═════ MATERIAL FOR THE TASK ═════
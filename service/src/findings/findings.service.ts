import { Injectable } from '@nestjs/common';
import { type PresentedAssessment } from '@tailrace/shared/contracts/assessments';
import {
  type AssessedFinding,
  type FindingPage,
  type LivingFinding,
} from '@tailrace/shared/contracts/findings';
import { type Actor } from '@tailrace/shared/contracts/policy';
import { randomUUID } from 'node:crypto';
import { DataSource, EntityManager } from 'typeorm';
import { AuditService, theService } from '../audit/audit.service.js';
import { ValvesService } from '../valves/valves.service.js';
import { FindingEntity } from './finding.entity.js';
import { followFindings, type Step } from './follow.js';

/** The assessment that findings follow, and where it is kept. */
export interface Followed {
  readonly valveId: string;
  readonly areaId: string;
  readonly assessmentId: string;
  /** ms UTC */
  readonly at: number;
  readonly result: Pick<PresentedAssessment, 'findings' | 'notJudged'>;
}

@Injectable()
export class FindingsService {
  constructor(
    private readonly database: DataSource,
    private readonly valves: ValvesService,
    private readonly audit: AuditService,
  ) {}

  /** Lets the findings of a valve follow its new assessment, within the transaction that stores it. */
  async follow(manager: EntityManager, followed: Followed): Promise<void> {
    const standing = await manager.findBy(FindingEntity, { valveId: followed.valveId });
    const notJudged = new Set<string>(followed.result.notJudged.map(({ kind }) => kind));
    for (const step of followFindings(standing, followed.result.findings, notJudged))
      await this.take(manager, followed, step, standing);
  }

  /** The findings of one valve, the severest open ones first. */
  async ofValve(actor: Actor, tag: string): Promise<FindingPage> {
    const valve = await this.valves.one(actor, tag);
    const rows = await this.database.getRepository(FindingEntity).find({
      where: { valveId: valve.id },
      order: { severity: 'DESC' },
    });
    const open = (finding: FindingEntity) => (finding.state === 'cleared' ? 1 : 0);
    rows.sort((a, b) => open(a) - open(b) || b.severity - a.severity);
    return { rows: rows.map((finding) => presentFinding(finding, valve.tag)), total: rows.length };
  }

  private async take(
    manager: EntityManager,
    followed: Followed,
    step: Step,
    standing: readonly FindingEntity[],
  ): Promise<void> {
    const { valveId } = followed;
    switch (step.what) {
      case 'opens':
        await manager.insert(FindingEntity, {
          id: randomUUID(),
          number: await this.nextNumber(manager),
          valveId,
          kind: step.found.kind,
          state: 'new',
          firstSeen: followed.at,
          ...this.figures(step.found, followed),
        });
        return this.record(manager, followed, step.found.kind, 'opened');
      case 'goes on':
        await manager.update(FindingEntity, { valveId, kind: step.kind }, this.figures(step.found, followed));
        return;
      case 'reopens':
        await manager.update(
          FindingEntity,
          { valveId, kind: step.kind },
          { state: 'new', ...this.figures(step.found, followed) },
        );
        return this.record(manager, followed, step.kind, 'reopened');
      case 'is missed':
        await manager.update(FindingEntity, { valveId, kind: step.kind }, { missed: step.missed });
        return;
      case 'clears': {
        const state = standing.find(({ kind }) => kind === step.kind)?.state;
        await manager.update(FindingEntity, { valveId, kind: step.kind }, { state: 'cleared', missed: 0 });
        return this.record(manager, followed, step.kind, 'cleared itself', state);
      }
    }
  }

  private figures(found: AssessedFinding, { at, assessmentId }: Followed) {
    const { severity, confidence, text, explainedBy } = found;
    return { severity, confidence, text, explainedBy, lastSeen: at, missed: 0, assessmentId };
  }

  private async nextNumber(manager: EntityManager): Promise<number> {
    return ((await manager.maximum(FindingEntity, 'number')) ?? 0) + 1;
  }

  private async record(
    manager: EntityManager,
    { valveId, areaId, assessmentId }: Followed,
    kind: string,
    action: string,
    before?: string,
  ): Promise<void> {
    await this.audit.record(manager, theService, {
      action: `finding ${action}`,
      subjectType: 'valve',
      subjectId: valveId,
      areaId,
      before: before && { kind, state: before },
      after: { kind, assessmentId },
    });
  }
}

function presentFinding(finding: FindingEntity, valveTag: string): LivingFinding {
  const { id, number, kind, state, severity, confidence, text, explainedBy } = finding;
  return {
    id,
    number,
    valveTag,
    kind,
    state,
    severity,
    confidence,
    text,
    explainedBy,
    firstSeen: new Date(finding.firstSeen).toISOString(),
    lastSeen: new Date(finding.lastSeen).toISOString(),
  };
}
═════
Copy, from the lines above, each one that holds "valves".

EXPECTED OUTPUT =
import { ValvesService } from '../valves/valves.service.js';
    private readonly valves: ValvesService,
    const valve = await this.valves.one(actor, tag);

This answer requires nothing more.